___ Data for analysis

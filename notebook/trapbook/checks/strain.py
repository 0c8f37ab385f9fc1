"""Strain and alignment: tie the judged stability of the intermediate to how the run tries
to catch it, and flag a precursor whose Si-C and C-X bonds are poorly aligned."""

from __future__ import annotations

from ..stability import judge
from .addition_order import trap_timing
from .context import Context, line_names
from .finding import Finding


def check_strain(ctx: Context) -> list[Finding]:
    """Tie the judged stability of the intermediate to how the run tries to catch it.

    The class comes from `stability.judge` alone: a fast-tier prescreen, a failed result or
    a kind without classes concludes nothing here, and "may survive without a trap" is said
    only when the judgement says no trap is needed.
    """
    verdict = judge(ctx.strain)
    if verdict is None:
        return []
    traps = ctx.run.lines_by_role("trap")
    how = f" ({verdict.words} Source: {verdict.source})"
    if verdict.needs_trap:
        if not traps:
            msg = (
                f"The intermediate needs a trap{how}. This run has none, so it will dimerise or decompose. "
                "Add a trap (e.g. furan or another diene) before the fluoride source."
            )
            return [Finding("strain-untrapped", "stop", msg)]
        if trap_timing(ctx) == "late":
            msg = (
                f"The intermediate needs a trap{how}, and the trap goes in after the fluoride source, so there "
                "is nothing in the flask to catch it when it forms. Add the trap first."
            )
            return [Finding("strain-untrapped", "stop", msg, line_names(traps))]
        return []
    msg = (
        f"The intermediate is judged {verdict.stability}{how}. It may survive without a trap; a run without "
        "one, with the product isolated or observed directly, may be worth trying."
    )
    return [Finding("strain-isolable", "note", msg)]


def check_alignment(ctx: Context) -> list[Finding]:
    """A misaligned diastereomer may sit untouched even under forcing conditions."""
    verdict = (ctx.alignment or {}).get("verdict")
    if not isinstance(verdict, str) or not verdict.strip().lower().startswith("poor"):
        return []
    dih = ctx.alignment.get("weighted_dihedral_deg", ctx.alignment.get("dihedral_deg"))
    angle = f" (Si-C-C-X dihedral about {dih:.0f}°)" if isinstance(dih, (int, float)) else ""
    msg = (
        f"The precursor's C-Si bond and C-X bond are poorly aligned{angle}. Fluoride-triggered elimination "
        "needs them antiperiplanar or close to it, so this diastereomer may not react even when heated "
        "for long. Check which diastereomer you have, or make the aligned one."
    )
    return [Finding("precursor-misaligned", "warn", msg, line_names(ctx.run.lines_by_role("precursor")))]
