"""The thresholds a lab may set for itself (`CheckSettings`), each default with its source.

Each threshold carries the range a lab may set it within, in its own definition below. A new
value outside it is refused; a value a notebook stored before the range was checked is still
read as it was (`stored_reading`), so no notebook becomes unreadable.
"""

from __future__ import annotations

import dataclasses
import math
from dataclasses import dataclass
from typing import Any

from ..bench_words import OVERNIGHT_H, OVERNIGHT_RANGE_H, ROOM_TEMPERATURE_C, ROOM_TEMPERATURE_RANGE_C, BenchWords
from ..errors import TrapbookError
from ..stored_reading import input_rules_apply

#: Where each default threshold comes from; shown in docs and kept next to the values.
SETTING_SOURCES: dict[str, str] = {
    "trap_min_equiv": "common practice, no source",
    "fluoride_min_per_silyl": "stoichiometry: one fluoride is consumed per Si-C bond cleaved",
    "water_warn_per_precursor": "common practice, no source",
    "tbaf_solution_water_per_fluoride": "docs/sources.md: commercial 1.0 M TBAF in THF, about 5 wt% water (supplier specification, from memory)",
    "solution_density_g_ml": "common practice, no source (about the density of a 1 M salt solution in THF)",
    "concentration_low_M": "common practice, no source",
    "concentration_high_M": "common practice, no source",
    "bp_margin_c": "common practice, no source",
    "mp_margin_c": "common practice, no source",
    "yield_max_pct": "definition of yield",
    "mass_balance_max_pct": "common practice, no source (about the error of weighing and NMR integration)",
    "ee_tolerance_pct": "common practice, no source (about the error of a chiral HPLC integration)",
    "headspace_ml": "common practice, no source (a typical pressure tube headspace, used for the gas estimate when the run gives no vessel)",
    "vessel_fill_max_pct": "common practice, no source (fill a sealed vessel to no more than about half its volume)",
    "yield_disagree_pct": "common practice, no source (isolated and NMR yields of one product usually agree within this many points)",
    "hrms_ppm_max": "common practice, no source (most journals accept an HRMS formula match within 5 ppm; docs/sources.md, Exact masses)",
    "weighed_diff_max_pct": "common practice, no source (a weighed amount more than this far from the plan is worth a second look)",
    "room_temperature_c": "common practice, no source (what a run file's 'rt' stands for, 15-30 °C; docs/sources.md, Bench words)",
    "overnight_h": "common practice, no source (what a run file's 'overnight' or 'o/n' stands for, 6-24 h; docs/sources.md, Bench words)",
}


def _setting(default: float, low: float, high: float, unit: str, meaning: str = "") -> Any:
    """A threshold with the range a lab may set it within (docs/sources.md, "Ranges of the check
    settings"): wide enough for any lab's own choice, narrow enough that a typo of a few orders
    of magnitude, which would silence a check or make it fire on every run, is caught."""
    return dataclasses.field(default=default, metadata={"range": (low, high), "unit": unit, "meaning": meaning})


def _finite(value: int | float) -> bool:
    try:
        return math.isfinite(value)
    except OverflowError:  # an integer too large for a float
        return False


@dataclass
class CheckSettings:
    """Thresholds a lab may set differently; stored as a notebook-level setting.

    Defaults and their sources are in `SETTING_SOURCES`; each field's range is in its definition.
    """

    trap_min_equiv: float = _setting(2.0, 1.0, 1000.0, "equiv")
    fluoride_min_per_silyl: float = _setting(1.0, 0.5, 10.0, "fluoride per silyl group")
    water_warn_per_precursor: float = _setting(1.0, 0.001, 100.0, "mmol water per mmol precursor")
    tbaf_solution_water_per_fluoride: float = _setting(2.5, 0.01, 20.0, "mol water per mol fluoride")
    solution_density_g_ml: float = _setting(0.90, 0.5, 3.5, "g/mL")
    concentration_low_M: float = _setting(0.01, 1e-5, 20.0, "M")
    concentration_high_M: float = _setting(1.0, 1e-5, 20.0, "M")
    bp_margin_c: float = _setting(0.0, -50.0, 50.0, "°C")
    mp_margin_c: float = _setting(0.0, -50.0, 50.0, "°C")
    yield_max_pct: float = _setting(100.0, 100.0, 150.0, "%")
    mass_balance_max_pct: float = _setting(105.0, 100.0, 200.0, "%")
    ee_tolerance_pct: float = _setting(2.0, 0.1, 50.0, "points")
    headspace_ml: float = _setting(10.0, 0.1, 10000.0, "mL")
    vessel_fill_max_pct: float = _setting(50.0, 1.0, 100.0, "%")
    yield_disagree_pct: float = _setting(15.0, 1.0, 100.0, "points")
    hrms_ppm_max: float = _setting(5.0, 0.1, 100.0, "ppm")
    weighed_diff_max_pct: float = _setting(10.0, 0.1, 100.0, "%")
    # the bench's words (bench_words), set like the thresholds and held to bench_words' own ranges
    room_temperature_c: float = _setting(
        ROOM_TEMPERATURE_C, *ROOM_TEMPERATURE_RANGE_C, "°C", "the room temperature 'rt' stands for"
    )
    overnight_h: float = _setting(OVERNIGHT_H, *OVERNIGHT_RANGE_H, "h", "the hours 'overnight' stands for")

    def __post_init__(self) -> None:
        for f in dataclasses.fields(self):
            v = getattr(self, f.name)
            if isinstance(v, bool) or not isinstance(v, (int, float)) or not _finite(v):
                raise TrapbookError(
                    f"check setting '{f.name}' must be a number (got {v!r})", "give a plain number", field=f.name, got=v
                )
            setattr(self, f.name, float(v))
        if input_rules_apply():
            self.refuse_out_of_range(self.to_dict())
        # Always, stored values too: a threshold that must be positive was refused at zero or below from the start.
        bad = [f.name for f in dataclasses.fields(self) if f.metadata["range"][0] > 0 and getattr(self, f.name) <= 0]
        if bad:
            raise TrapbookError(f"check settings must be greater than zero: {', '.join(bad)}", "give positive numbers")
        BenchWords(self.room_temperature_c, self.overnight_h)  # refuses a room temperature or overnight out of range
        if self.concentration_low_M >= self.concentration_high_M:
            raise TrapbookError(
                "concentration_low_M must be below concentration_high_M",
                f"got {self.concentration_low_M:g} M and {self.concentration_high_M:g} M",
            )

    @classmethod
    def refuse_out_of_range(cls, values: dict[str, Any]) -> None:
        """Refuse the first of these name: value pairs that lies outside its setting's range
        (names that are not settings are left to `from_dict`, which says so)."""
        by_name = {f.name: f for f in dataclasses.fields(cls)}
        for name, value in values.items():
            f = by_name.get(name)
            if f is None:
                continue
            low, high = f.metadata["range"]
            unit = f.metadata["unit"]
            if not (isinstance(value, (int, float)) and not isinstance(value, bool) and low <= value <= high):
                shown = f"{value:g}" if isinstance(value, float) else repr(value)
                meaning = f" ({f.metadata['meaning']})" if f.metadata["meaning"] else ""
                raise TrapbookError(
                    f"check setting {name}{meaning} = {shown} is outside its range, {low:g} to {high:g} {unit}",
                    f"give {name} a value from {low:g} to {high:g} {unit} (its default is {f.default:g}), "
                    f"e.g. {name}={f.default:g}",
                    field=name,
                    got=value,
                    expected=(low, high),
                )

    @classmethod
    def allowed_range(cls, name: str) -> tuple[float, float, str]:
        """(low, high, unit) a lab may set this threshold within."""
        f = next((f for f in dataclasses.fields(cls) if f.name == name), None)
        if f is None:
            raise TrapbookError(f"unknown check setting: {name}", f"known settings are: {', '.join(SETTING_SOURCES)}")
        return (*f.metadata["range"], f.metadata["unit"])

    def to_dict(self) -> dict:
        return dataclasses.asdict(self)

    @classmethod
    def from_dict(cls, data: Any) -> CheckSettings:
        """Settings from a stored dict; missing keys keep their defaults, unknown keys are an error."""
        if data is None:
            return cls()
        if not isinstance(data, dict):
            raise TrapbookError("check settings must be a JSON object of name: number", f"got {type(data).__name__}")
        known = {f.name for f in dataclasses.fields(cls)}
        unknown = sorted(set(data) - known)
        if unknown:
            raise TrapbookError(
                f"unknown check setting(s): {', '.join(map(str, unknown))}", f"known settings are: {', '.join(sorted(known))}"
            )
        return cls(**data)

______
___ Data for analysis

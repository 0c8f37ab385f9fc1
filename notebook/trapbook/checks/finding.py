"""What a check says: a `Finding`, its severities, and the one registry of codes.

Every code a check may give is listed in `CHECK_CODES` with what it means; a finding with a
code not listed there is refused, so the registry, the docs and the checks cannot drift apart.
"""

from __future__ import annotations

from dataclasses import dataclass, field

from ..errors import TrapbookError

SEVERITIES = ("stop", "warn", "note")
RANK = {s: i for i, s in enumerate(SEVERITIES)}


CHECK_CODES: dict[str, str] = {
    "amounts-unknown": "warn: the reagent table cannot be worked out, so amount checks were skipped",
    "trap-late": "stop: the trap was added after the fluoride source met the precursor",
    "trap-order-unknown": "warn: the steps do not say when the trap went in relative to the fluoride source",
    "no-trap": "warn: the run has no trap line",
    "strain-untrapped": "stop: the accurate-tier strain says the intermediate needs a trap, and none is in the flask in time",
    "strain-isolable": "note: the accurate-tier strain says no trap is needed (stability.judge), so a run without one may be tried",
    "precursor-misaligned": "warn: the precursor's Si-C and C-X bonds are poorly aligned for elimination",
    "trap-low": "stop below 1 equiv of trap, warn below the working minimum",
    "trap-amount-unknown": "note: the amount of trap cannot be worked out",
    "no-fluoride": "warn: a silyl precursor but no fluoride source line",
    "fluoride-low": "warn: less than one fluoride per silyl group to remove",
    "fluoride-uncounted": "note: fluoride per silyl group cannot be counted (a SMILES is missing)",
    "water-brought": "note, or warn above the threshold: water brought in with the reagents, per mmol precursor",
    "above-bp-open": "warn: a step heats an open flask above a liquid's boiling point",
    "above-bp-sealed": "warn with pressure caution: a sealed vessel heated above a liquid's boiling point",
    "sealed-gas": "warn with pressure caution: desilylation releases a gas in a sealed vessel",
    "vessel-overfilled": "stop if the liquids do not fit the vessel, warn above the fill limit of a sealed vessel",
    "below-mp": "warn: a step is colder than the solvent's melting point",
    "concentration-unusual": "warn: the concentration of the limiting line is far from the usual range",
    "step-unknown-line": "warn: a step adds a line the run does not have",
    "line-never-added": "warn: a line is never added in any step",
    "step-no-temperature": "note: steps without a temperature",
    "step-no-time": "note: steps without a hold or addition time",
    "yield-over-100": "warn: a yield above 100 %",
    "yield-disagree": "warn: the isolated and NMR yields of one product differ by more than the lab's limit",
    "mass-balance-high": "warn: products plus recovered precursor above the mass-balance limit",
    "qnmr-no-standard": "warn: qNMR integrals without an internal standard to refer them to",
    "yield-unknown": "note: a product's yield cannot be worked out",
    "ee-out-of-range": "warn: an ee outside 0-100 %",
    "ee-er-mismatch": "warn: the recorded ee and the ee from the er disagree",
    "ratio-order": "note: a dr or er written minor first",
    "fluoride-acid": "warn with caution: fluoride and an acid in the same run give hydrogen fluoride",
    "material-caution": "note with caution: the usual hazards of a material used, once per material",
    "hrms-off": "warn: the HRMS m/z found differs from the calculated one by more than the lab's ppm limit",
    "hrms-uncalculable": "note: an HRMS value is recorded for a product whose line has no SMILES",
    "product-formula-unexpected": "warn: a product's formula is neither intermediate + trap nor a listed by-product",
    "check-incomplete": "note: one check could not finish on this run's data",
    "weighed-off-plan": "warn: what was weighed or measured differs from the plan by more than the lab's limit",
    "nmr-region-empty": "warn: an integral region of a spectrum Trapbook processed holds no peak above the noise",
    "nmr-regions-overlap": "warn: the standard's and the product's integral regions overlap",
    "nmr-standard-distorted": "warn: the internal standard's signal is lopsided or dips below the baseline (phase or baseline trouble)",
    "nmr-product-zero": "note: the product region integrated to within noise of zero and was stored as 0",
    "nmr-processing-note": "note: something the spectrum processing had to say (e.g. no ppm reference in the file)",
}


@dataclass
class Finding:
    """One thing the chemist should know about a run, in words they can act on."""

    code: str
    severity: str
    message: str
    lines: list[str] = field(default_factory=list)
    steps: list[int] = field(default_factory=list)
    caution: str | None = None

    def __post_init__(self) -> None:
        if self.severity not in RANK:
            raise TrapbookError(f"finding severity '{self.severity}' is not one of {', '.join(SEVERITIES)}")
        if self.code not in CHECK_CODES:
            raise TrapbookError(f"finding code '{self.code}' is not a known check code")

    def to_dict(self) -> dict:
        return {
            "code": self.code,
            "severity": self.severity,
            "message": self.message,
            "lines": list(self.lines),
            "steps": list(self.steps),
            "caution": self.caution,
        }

______

Exercise details:
The expected answer is an exact copy of the lines above, beginning at the line with "one check could" and ending at the line with "the internal standard's", with both ends in.

Solved exercise:
    "check-incomplete": "note: one check could not finish on this run's data",
    "weighed-off-plan": "warn: what was weighed or measured differs from the plan by more than the lab's limit",
    "nmr-region-empty": "warn: an integral region of a spectrum Trapbook processed holds no peak above the noise",
    "nmr-regions-overlap": "warn: the standard's and the product's integral regions overlap",
    "nmr-standard-distorted": "warn: the internal standard's signal is lopsided or dips below the baseline (phase or baseline trouble)",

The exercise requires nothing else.